Il bello e il sozzo sono parenti,

e il bello ha bisogno di sozzura...

Una donna può essere altera e dura

quando è intenta all’amore.

Ma Amore piantò la sua dimora

nel luogo degli escrementi...

 

     Nella bacheca dedicata alle Ultime poesie (1939), c’è il dattiloscritto della poesia Ritorno alla Municipal Gallery, cronaca di una visita alla galleria fondata da Hugh Lane nel 1908 con opere degli impressionisti e di pittori irlandesi, oggetto di una delle prime grandiose polemiche yeatsiane a proposito dei mancati finanziamenti pubblici e privati per darvi una sede degna e conservarla a Dublino: oggi naturalmente è uno dei principali poli d’attrazione della città e fino al 29 settembre ospita in una mostra centenaria tutti i quadri della Collezione Lane, anche quelli finiti per via delle polemiche a Londra (fra cui i famosi Ombrelli di Renoir). La Galleria è stata ingrandita con nuovi spazi luminosi in cui fra l’altro è stato ricostruito lo studio londinese di Francis Bacon, altro disperato irlandese: un mare di cartacce, abbozzi, ritagli. Proprio quella che Yeats chiama in un testo grandioso “la laida rigatteria del cuore”.

     Dunque a Dublino si può ancora entrare nella Municipal Gallery ripetendo la visita narrata da Yeats: “Intorno a me le immagini di trent’anni...” Il vecchio poeta rivede i ritratti di amici e collaboratori: Synge, Lady Gregory, Lane (nipote della Gregory), il grande amore Maud Gonne (la sua Elena). Spesso la sua poesia narra in questo modo un episodio e lo emblematizza, vedi ad esempio la famosa Fra le scolare. C’è l’occasione, e poi scatta la riflessione, il rammarico, la visione.

     Fra le altre curiosità della mostra, una copia del volumetto con la traduzione poundiana (1927) del Ta Hio di Confucio, con la dedica autografa:

 

To Wm.

’Appy Noo Year 1939.

wif ’opes of enlightenment.

EP

 

(Cioè, nell’idioletto cockney poundiano, “Happy New Year, with hopes of enlightenment”.) Pound dunque inviava a Yeats come regalo per quello che sarebbe stati il suo ultimo capodanno le scritture confuciane, sperando ancora di “illuminarlo”... Ma Yeats non ne aveva bisogno, e negli ultimi giorni del 1938 dettava alla moglie alcuni febbrili e stravaganti appunti filosofici, poi continuava a lavorare alle ultime poesie e commedie, letteralmente sino all’ultimo respiro.
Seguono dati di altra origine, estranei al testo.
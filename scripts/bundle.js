// Bundles the command line (dist/cli/launch.js, compiled by tsc) and its worker into dist/bundle/ with
// esbuild: one minified file per entry, code used only by some runs (YAML, other output formats, the
// diff) in chunks loaded when a run needs them. Node resolves and compiles hundreds of small modules
// slowly; one file starts in a fraction of the time. Run by `npm run build` and `prepare` after tsc.
import { rmSync } from "node:fs";
import { build } from "esbuild";

const outdir = new URL("../dist/bundle/", import.meta.url).pathname;
rmSync(outdir, { recursive: true, force: true });
await build({
  entryPoints: {
    espalier: new URL("../dist/cli/launch.js", import.meta.url).pathname,
    // load-in-worker starts "./load-worker.js" next to itself: the bundle's own directory.
    "load-worker": new URL("../dist/cli/load-worker.js", import.meta.url).pathname,
  },
  outdir,
  bundle: true,
  splitting: true,
  format: "esm",
  platform: "node",
  target: "node20",
  minify: true,
  legalComments: "eof",
  // CommonJS dependencies require Node's modules: give the ES module a require of its own.
  banner: {
    js: 'import{createRequire as __espalierRequire}from"node:module";const require=__espalierRequire(import.meta.url);',
  },
  logLevel: "warning",
});
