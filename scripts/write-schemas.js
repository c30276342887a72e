// Writes docs/*.schema.json from the zod schemas in the built package (run after `npm run build`).
import { writeFileSync } from "node:fs";
import { summaryJsonSchema } from "../dist/render/summary-json-schema.js";

writeFileSync(
  new URL("../docs/summary.schema.json", import.meta.url),
  `${JSON.stringify(summaryJsonSchema(), null, 2)}\n`,
);
console.log("wrote docs/summary.schema.json");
      Usciamo da mostre e gallerie e magari ci fermiamo davanti alla tomba di Jonathan Swift nella cattedrale protestante di San Patrizio (ma ormai occorre un biglietto d’ingresso), e vi leggiamo “il più grande epitaffio mai scritto”, come lo definì Yeats. Ubi saeva indignatio ulterius cor lacerare nequit... Dove la furiosa indignazione non può più lacerare il suo cuore... 
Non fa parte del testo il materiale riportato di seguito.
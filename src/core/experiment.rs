//! One experiment: its arms' statistics, its policy and bounds, and its publish state.

use rustc_hash::FxHashMap;
use serde::{Deserialize, Serialize};

use super::attribution::{Bucket, Pending, Window};
use super::bounds::Bounds;
use super::decision::Settle;
use super::interval::clamp_sum;
use super::lifecycle::{Lifecycle, State};
use super::policy::{ArmInput, Policy, PolicySpec};
use super::report::{report, Judged, Report};
use super::reward::RewardModel;
use super::stats::{reference_ms, ArmStats};

/// How an experiment is run: everything that comes from configuration.
#[derive(Clone, Debug, PartialEq, Serialize, Deserialize)]
pub struct ExperimentSpec {
    pub policy: PolicySpec,
    pub reward: RewardModel,
    pub bounds: Bounds,
    /// Decay half-life in event time, milliseconds; `None` keeps all history at full weight.
    pub half_life_ms: Option<f64>,
    /// Most arms the experiment may have; arms beyond it are refused.
    pub max_arms: usize,
    /// Whether an impression of an arm the definition does not name adds it (`true`) or is
    /// refused as `unknown-arm`. Only meaningful with declared arms.
    #[serde(default = "accept_by_default")]
    pub accept_new_arms: bool,
    /// Attribution window: estimates count an impression only once it has matured, with the
    /// rewards attributed to it (`core::attribution`). `None`: every pull counts at once.
    #[serde(default, skip_serializing_if = "Option::is_none")]
    pub attribution: Option<Window>,
    /// The arm the others' lift is measured against.
    #[serde(default, skip_serializing_if = "Option::is_none")]
    pub control_arm: Option<String>,
    /// When the experiment counts as settled, and whether it then concludes itself.
    #[serde(default)]
    pub settle: Settle,
}

fn accept_by_default() -> bool {
    true
}

impl ExperimentSpec {
    pub fn new(policy: PolicySpec, reward: RewardModel) -> Self {
        ExperimentSpec { policy, reward, bounds: Bounds::default(), half_life_ms: None, max_arms: usize::MAX, accept_new_arms: true, attribution: None, control_arm: None, settle: Settle::default() }
    }
}

/// One observation of an arm.
#[derive(Clone, Copy, Debug, PartialEq)]
pub enum Observation {
    /// `count` impressions (pulls).
    Impression { count: u64 },
    /// One reward of `value` reward units, for an impression made at `impression_ms` when the
    /// event says (under an attribution window the reward is credited to that impression;
    /// otherwise to one made at the reward's own time).
    Reward { value: f64, impression_ms: Option<i64> },
}

impl Observation {
    /// A reward that names no impression.
    pub fn reward(value: f64) -> Observation {
        Observation::Reward { value, impression_ms: None }
    }
}

/// What became of an observation the experiment took.
#[derive(Clone, Copy, Debug, PartialEq, Eq)]
pub enum Credit {
    /// In the estimates now.
    Counted,
    /// Waiting in the attribution window; in the estimates once its impression matures.
    Pending,
    /// A reward that came after its impression's window closed: counted, not applied.
    Late,
}

/// Why the core refused an observation. The source turns these into dead letters.
#[derive(Clone, Copy, Debug, PartialEq, Eq, thiserror::Error)]
pub enum Refusal {
    #[error("reward outside the experiment's reward range")]
    RewardOutOfRange,
    #[error("the experiment has as many arms as it may have")]
    TooManyArms,
    /// A reward for an arm that has had no impression: arms join only on evidence, and a
    /// reward is not evidence that the arm is being shown.
    #[error("reward for an arm with no impressions")]
    UnknownArm,
    /// An impression of an arm the definition does not name, with `accept_new_arms = false`.
    #[error("the definition does not name this arm and accepts no new ones")]
    UndeclaredArm,
    /// An event of a retired experiment.
    #[error("the experiment is retired")]
    Retired,
}

/// Weights for one publish, with the figures reported beside them.
#[derive(Clone, Debug, PartialEq)]
pub struct Allocation {
    /// Strictly increasing per experiment.
    pub version: u64,
    /// One weight per arm, in arm order; non-negative, summing to 1.
    pub weights: Vec<f64>,
    pub report: Report,
}

/// What a snapshot keeps of an experiment; the spec comes from configuration.
#[derive(Clone, Debug, PartialEq, Serialize, Deserialize)]
pub struct ExperimentState {
    pub arms: Vec<(String, ArmStats)>,
    pub version: u64,
    /// Weights of the last publish, per arm (`None` for arms that joined since).
    pub last_weights: Vec<Option<f64>>,
    /// The definition's state and revision when the snapshot was taken (older writers left
    /// it out: learning at revision 0).
    #[serde(default)]
    pub lifecycle: Lifecycle,
    /// Arms a definition took out: their statistics stay, they get no weight.
    #[serde(default, skip_serializing_if = "Vec::is_empty")]
    pub removed: Vec<String>,
    /// The attribution clock: the newest event time applied (absent before any event, and in
    /// snapshots of older writers).
    #[serde(default, skip_serializing_if = "Option::is_none")]
    pub clock_ms: Option<i64>,
    /// The attribution window the pending buckets were cut under, so that a restore under
    /// another window carries them over instead of misreading them.
    #[serde(default, skip_serializing_if = "Option::is_none")]
    pub attribution: Option<Window>,
}

#[derive(Debug)]
pub struct Experiment {
    spec: ExperimentSpec,
    policy: Box<dyn Policy>,
    names: Vec<String>,
    stats: Vec<ArmStats>,
    index: FxHashMap<String, usize>,
    version: u64,
    /// NaN for arms without a previous weight.
    last_weights: Vec<f64>,
    lifecycle: Lifecycle,
    /// Per arm: taken out by a definition (no weight, statistics kept).
    removed: Vec<bool>,
    /// The arms the definition names (empty: arms join on first sight).
    declared: Vec<String>,
    /// The newest event time applied under an attribution window: what matures impressions
    /// (kept only while there is a window).
    clock_ms: Option<i64>,
}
    Yeats però volle misurarsi col tremendo modello e dettò un epitaffio altrettanto celebre per la sua tomba presso Sligo, “sotto la testa calva di Ben Bulben”, cioè il monte antidiluviano che si staglia all’orizzonte del camposanto:

 

Getta un occhio freddo

sulla vita, sulla morte.

Cavaliere, va’ innanzi!

 

     Siamo sulla costa atlantica, l’ultimo lembo d’Europa, la spiaggia dove naufragò l’Invincibile Armada di Filippo II che tentava invano la conquista dell’Inghilterra (e gli irlandesi ricordano quel naufragio con rimpianto, o perlomeno con sentimenti conflittuali). Da Sligo proveniva la madre di Yeats, appartenente a una famiglia di armatori e naviganti, e a Sligo il poeta bambino trovò di che ispirarsi. Jane la Pazza cammina idealmente lungo quelle spiagge. Il padre del poeta, pittore e affabulatore, disse con espressione felice degna del figlio geniale: “Noi Yeats abbiamo idee e niente passione, ma sposando una Pollexfen abbiamo dato una voce alle scogliere”.